■ **Task**
The required output is every line from the beginning of the entries below through the line that includes "MAKE = runpy.run_path(str(MESSY", copied exactly.

■ **Stored data**
"""The examples run, and their pages say what the commands say today."""

from __future__ import annotations

import os
import re
import runpy
import shlex
import subprocess
import sys
from pathlib import Path

import pytest
from click.testing import CliRunner

from robustrm.cli import main

ROOT = Path(__file__).resolve().parents[1]
EXAMPLES = ROOT / "examples"
MESSY = EXAMPLES / "messy"
SCRIPTS = sorted(EXAMPLES.glob("*.py"))
MAKE = runpy.run_path(str(MESSY / "make_messy.py"))
README = runpy.run_path(str(MESSY / "make_readme.py"))


@pytest.mark.slow
@pytest.mark.parametrize("script", SCRIPTS, ids=lambda path: path.name)
def test_a_script_runs_where_it_is_run(script: Path, tmp_path: Path):
    environment = {**os.environ, "PYTHONPATH": str(ROOT), "PYTHONIOENCODING": "utf-8"}
    done = subprocess.run(
        [sys.executable, str(script)],
        cwd=tmp_path,
        env=environment,
        capture_output=True,
        encoding="utf-8",
        check=False,
    )
    assert done.returncode == 0, done.stderr
    assert done.stdout.strip()
    reports = [path for name in ("report", "panel") for path in tmp_path.rglob(f"{name}.html")]
    assert len(reports) == 1


def test_there_are_scripts():
    assert SCRIPTS


@pytest.mark.parametrize("name", sorted(MAKE["TEXT_FILES"]))
def test_a_messy_file_is_what_its_script_makes(name: str):
    assert (MESSY / name).read_bytes() == MAKE["text_files"]()[name]


def test_the_messy_workbook_is_what_its_script_makes():
    # Cells are compared: the container of a workbook holds the time at which it was written.
    from openpyxl import load_workbook

    book = load_workbook(MESSY / MAKE["WORKBOOK"])
    stored = {sheet.title: [list(row) for row in sheet.values] for sheet in book.worksheets}
    made = MAKE["workbook_cells"]()
    width = {name: max(map(len, rows)) for name, rows in made.items()}
    assert stored == {
        name: [[*row, *[None] * (width[name] - len(row))] for row in rows]
        for name, rows in made.items()
    }


def test_the_script_says_that_nobody_was_measured():
    assert "invented" in MAKE["__doc__"]


@pytest.mark.cli
def test_the_page_says_what_the_commands_say():
    page = (MESSY / "README.md").read_text(encoding="utf-8")
    assert README["renewed"](page) == page


def test_the_page_shows_every_messy_file():
    page = (MESSY / "README.md").read_text(encoding="utf-8")
    commands = [match["command"] for match in README["BLOCK"].finditer(page)]
    for name in [*MAKE["TEXT_FILES"], MAKE["WORKBOOK"]]:
        assert any(f"check {name} " in command or command.endswith(name) for command in commands)
        assert f"`{name}`" in page


def test_a_stale_page_is_seen():
    stale = "```console\n$ robustrm methods friedman\nan old answer\n```"
    assert README["renewed"](stale) != stale
    assert "Friedman" in README["renewed"](stale)


@pytest.mark.cli
def test_the_readme_shows_what_the_command_prints(tmp_path: Path, monkeypatch: pytest.MonkeyPatch):
    readme = (ROOT / "README.md").read_text(encoding="utf-8")
    (block,) = re.findall(r"<!-- run-command -->(.*?)<!-- /run-command -->", readme, re.DOTALL)
    commands = re.findall(r"\.venv/bin/robustrm ([^&`]*)", block)
    (shown,) = re.findall(r"```text\n(.*?)```", readme, re.DOTALL)
    monkeypatch.chdir(tmp_path)
    results = [CliRunner().invoke(main, shlex.split(command)) for command in commands]
    assert [result.exit_code for result in results] == [0, 0]
    assert shown in results[1].stdout
    assert (tmp_path / "demo" / "report" / "report.html").exists()


def test_the_pictures_of_the_readme_are_drawn_from_the_demo():
    made = runpy.run_path(str(ROOT / "docs" / "images" / "make_images.py"))
    readme = (ROOT / "README.md").read_text(encoding="utf-8")
    names = {f"{made['PREFIX']}-{name}.svg" for name in made["SHOWN"]}
    assert set(re.findall(r"docs/images/([\w.-]+)\)", readme)) == names
    # The estimate in the alternative text is that of the analysis.
    estimate = made["demo_analysis"]().primary["week 0", "week 12"].estimate
    said = f"ratio {estimate.value:.2f} with its interval {estimate.low:.2f} to {estimate.high:.2f}"
    assert said in readme
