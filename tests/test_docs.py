"""The pages tell what the package does: lists in the docs are compared with the source."""

from __future__ import annotations

import ast
import dataclasses
import importlib.util
import re
import tomllib
from collections.abc import Iterator
from importlib.resources import files
from pathlib import Path
from types import ModuleType

import pytest

import robustrm as rm
from robustrm.methods.registry import FAMILIES, METHODS

ROOT = Path(__file__).resolve().parents[1]
DOCS = ROOT / "docs"
PAGES = [ROOT / "README.md", ROOT / "DEVELOPERS.md", *sorted(DOCS.rglob("*.md"))]
SOURCES = sorted((ROOT / "robustrm").rglob("*.py"))
NAMES = [page.relative_to(ROOT).as_posix() for page in PAGES]


def text(name: str) -> str:
    return (ROOT / name).read_text(encoding="utf-8")


def section(page: str, heading: str) -> str:
    """Return what stands under a heading of the second level."""
    found = re.search(rf"^## {re.escape(heading)}\n(.*?)(?=^## |\Z)", text(page), re.M | re.S)
    assert found, f"{page} has no section {heading!r}"
    return found[1]


def first_column(table: str) -> list[str]:
    """Return the code in the first cell of every row of a table."""
    return re.findall(r"^\| `([^`]+)`", table, re.M)


# ── one page a method ─────────────────────────────────────────────────────────────────────

HEADINGS = (
    "When to use", "Formula", "Null hypothesis", "Estimand",
    "Ties, zeros, limits, missing values", "Small samples", "What not to conclude",
    "Worked example",
)  # fmt: skip


@pytest.mark.parametrize("method", METHODS, ids=lambda method: method.name)
def test_every_method_has_its_page(method):
    page = text(f"docs/methods/{method.name}.md")
    call = f"rm.{method.name}("
    if method.kind == "family":
        call = f'rm.follow_up(table, method="{method.name}"'
    assert [h for h in HEADINGS if f"\n## {h}\n" not in page] == []
    assert re.search(r"\n## Sources?\n", page)
    assert call in page
    assert ">>> " in page


@pytest.mark.parametrize("method", METHODS, ids=lambda method: method.name)
def test_a_page_asks_the_question_of_its_method(method):
    page = text(f"docs/methods/{method.name}.md")
    question = re.search(r"\*\*Question\.\*\* (.+?)\n\n", page, re.S)
    assert question
    assert " ".join(question[1].split()) == method.question


def test_the_start_page_leads_to_every_page():
    linked = set(links("docs/index.md"))
    # fragments of the changelog, TOPIC.KIND.md, live until the next release
    inner = [p for p in DOCS.rglob("*.md") if p.name != "index.md" and "." not in p.stem]
    assert [p.name for p in inner if p.relative_to(DOCS).as_posix() not in linked] == []


# ── links ─────────────────────────────────────────────────────────────────────────────────


def prose(name: str) -> str:
    """Return a page without its code."""
    return re.sub(r"`[^`\n]*`", "", re.sub(r"^ *```.*?^ *```", "", text(name), flags=re.M | re.S))


def links(name: str) -> list[str]:
    return re.findall(r"\]\(([^)\s]+)\)", prose(name))


def anchors(page: Path) -> set[str]:
    """Return the anchors of a page, as GitHub makes them of headings."""
    titles = re.findall(r"^#+ (.+)$", page.read_text(encoding="utf-8"), re.M)
    plain = (re.sub(r"[^\w\- ]", "", title.strip().lower()) for title in titles)
    return {title.replace(" ", "-") for title in plain}


def dead_links(name: str) -> Iterator[str]:
    here = ROOT / name
    for link in links(name):
        if re.match(r"https?://|mailto:", link):
            continue
        path, _, anchor = link.partition("#")
        page = here if not path else (here.parent / path).resolve()
        known = page.exists() and page.is_relative_to(ROOT)
        if not known or (anchor and page.suffix == ".md" and anchor not in anchors(page)):
            yield link


@pytest.mark.parametrize("name", NAMES)
def test_every_link_leads_somewhere(name: str):
    assert list(dead_links(name)) == []


# ── the plan ──────────────────────────────────────────────────────────────────────────────


def test_the_plan_page_has_every_key_with_its_default():
    rows = re.findall(
        r"^\| `(\w+)` \| (.+?) \| .+ \|$", section("docs/guide/plan.md", "Keys"), re.M
    )
    told = {
        key: None if default == "none" else tomllib.loads(f"x = {default.strip('`')}")["x"]
        for key, default in rows
    }
    assert told == rm.Plan().to_dict()
    assert [key for key, _ in rows] == [field.name for field in dataclasses.fields(rm.Plan)]


def test_every_choice_of_the_plan_is_named():
    keys = section("docs/guide/plan.md", "Keys")
    rows = dict(re.findall(r"^\| `(\w+)` \|(.+)\|$", keys, re.M))
    plan = importlib.import_module("robustrm.plan.plan")
    choices = {
        **plan._CHOICES,
        "direction": ("greater", "less"),
        "pair": (*plan.methods_for("pair"), *plan.methods_for("family")),
        "omnibus": plan.methods_for("omnibus"),
        "contrasts": FAMILIES,
    }
    missing = [
        (key, choice)
        for key, options in choices.items()
        for choice in options
        if f'"{choice}"' not in rows[key]
    ]
    assert missing == []


def test_the_plan_file_of_the_page_is_a_plan(tmp_path: Path):
    blocks = re.findall(r"```toml\n(.*?)```", text("docs/guide/plan.md"), re.S)
    assert blocks
    for block in blocks:
        (tmp_path / "plan.toml").write_text(block, encoding="utf-8")
        rm.Plan.load(tmp_path / "plan.toml")


# ── codes: read from the calls that make a problem or a note ──────────────────────────────


def calls(tree: ast.AST) -> Iterator[tuple[str, ast.Call]]:
    for node in ast.walk(tree):
        if isinstance(node, ast.Call) and isinstance(node.func, ast.Name | ast.Attribute):
            name = node.func.id if isinstance(node.func, ast.Name) else node.func.attr
            yield name, node


def makers(trees: list[ast.Module], kind: str) -> dict[str, int]:
    """Return the class `kind` and the functions that pass a code on, with the code's position."""
    found = {kind: 0}
    for tree in trees:
        for node in ast.walk(tree):
            if not isinstance(node, ast.FunctionDef):
                continue
            parameters = [argument.arg for argument in node.args.args]
            if "code" in parameters and any(name == kind for name, _ in calls(node)):
                found[node.name] = parameters.index("code")
    return found


def codes(kind: str, sources: list[Path]) -> set[str]:
    """Return every literal code with which `sources` make a problem or a note."""
    trees = [ast.parse(path.read_text(encoding="utf-8")) for path in sources]
    known = makers(trees, kind)
    found: set[str] = set()
    for tree in trees:
        for name, call in calls(tree):
            if name not in known:
                continue
            position = known[name]
            given = [word.value for word in call.keywords if word.arg == "code"]
            given += call.args[position : position + 1]
            found |= {
                value.value
                for value in given
                if isinstance(value, ast.Constant) and isinstance(value.value, str)
            }
    return found


def of_rooms(*rooms: str) -> list[Path]:
    return [path for path in SOURCES if path.relative_to(ROOT / "robustrm").parts[0] in rooms]


def test_every_problem_code_is_on_the_reading_page():
    told = first_column(section("docs/guide/reading.md", "What stops a run, and what to do"))
    assert sorted(told) == sorted(codes("Problem", SOURCES))


def test_every_note_of_reading_is_on_the_reading_page():
    told = first_column(section("docs/guide/reading.md", "What is noticed and left as it is"))
    assert sorted(told) == sorted(codes("Note", of_rooms("reading", "records", "table")))


def test_every_note_of_an_analysis_is_on_the_report_page():
    told = first_column(section("docs/guide/report.md", "Notes"))
    assert sorted(told) == sorted(codes("Note", of_rooms("methods", "analysis")))


def test_codes_are_found_where_a_function_passes_them_on(tmp_path: Path):
    source = (
        'def _of(group, code): return Problem(code, "")\n'
        'def f(): return [Problem("a", ""), Problem(code="b"), _of([], "c"), Note("d")]\n'
    )
    (tmp_path / "x.py").write_text(source, encoding="utf-8")
    assert codes("Problem", [tmp_path / "x.py"]) == {"a", "b", "c"}


# ── the report ────────────────────────────────────────────────────────────────────────────


@pytest.fixture(scope="module")
def analysis() -> rm.Analysis:
    table = rm.read_table(
        Path(str(files("robustrm.demo") / "calprotectin.csv")),
        subject="patient",
        occasions=["week 0", "week 2", "week 6", "week 12"],
    )
    return rm.analyze(table, rng=1)


def test_every_key_of_the_results_is_on_the_report_page(analysis: rm.Analysis):
    told = first_column(section("docs/guide/report.md", "results.json"))
    assert told == list(analysis.to_dict())


def test_every_file_of_the_report_is_on_the_report_page(analysis: rm.Analysis, tmp_path: Path):
    folder = analysis.write_report(tmp_path / "report")
    told = first_column(section("docs/guide/report.md", "Files"))
    written = {path.relative_to(folder).as_posix() for path in folder.rglob("*") if path.is_file()}
    assert {name for name in written if not any(Path(name).match(t) for t in told)} == set()
    assert {t for t in told if not any(Path(name).match(t) for name in written)} == set()


# ── for developers ────────────────────────────────────────────────────────────────────────


def test_the_room_map_is_the_tree():
    block = re.search(r"```text\n(.*?)```", section("DEVELOPERS.md", "Rooms"), re.S)
    assert block
    told = re.findall(r"^  ([\w.]+/?)", block[1], re.M)
    package = ROOT / "robustrm"
    rooms = {p.name for p in package.glob("*.py")} | {"py.typed"}
    rooms |= {f"{p.name}/" for p in package.iterdir() if (p / "__init__.py").exists()}
    assert sorted(told) == sorted(rooms)


def test_every_stage_of_the_one_command_is_told():
    stages = re.findall(r'^stage "([^"]+)"', text(".ci/run"), re.M)
    told = re.findall(r"^\| ([^|]+?) \|", section("DEVELOPERS.md", "The one command"), re.M)
    assert told[2:] == [stage for stage in stages if not stage.startswith("done")]


def test_every_dependency_earns_its_place():
    project = tomllib.loads(text("pyproject.toml"))["project"]
    told = first_column(section("DEVELOPERS.md", "Dependencies"))
    wanted = [*project["dependencies"], *project["optional-dependencies"]["parquet"]]
    assert sorted(told) == sorted(re.split(r"[<>=\[]", need)[0] for need in wanted)


@dataclasses.dataclass
class Hunk:
    """One place of the diff to copy: lines that must be there, and lines that are added."""

    name: str
    kept: str
    added: str


def hunks() -> Iterator[Hunk]:
    block = re.search(r"```diff\n(.*?)```", section("DEVELOPERS.md", "Add a method"), re.S)
    assert block
    for part in re.split(r"^--- .+\n", block[1], flags=re.M)[1:]:
        head, *places = re.split(r"^@@ .+ @@\n", part, flags=re.M)
        for place in places:
            lines = place.splitlines(keepends=True)
            kept = "".join(line[1:] for line in lines if not line.startswith("+"))
            added = "".join(line[1:] for line in lines if line.startswith("+"))
            yield Hunk(head.strip().removeprefix("+++ b/"), kept, added)


def test_the_diff_to_copy_fits_one_place_of_each_file():
    places = {h.name + h.added: text(h.name).count(h.kept) for h in hunks() if h.kept}
    assert len(places) == 3
    assert set(places.values()) == {1}, places


def test_the_diff_to_copy_is_a_working_method():
    # Two subjects who rank three occasions alike: 6 of 36 arrangements do, and χ² is as large as
    # it can be, n(k − 1) = 4.
    (new,) = [hunk for hunk in hunks() if not hunk.kept]
    module = ModuleType("robustrm.methods.savage_scores")
    exec(compile(new.added, new.name, "exec"), module.__dict__)
    table = rm.OccasionTable.from_array([[9, 7, 6], [4, 3, 2]], occasions=["a", "b", "c"])
    result = module.savage_scores(table)
    assert result.method == "savage_scores"
    assert result.statistic == pytest.approx(4)
    assert result.p_value == pytest.approx(6 / 36)


# ── validation ────────────────────────────────────────────────────────────────────────────


def test_the_validation_page_is_up_to_date():
    spec = importlib.util.spec_from_file_location("make_validation", DOCS / "make_validation.py")
    assert spec
    assert spec.loader
    script = importlib.util.module_from_spec(spec)
    spec.loader.exec_module(script)
    assert text("docs/validation.md") == script.page(), "run `python docs/make_validation.py`"


# ── wording ───────────────────────────────────────────────────────────────────────────────

# Groups that hide a letter keep this file from being its own finding.
OUT_OF_PLACE = {
    "a word from outside": r"\b(l[e]cture|tr[a]nscript|s[e]ssion|pr[o]mpt|h[e]lper)s?\b|\bC[E]O\b",
    "the number of an issue": r"\bissues? #?\d+|(?<![\w(/&])#\d+\b",
    "a path of one machine": r"(?<![\w.:/])/(work|tmp|root|home|Users)\b",
    "advertising": r"\b(blazing|seamless|effortless|world-class|cutting[- ]edge|turnkey)",
    "a bare verdict": r"\b(in)?significant (change|difference|effect|result)s?\b",
}


@pytest.mark.parametrize("name", NAMES)
def test_no_page_holds_what_is_out_of_place(name: str):
    found = [
        (number, what, line.strip())
        for number, line in enumerate(text(name).splitlines(), start=1)
        for what, pattern in OUT_OF_PLACE.items()
        if re.search(pattern, line, re.IGNORECASE)
    ]
    assert found == []


@pytest.mark.parametrize(
    "line",
    ["see iss~ue 12", "closes #~12", "a seaml~ess tool", "a signif~icant change", "two hel~pers"],
)
def test_what_is_out_of_place_is_seen(line: str):
    plain = line.replace("~", "")
    assert [w for w, p in OUT_OF_PLACE.items() if re.search(p, plain, re.IGNORECASE)]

■ **Exercise response**
"""The examples run, and their pages say what the commands say today."""

from __future__ import annotations

import os
import re
import runpy
import shlex
import subprocess
import sys
from pathlib import Path

import pytest
from click.testing import CliRunner

from robustrm.cli import main

ROOT = Path(__file__).resolve().parents[1]
EXAMPLES = ROOT / "examples"
MESSY = EXAMPLES / "messy"
SCRIPTS = sorted(EXAMPLES.glob("*.py"))
MAKE = runpy.run_path(str(MESSY / "make_messy.py"))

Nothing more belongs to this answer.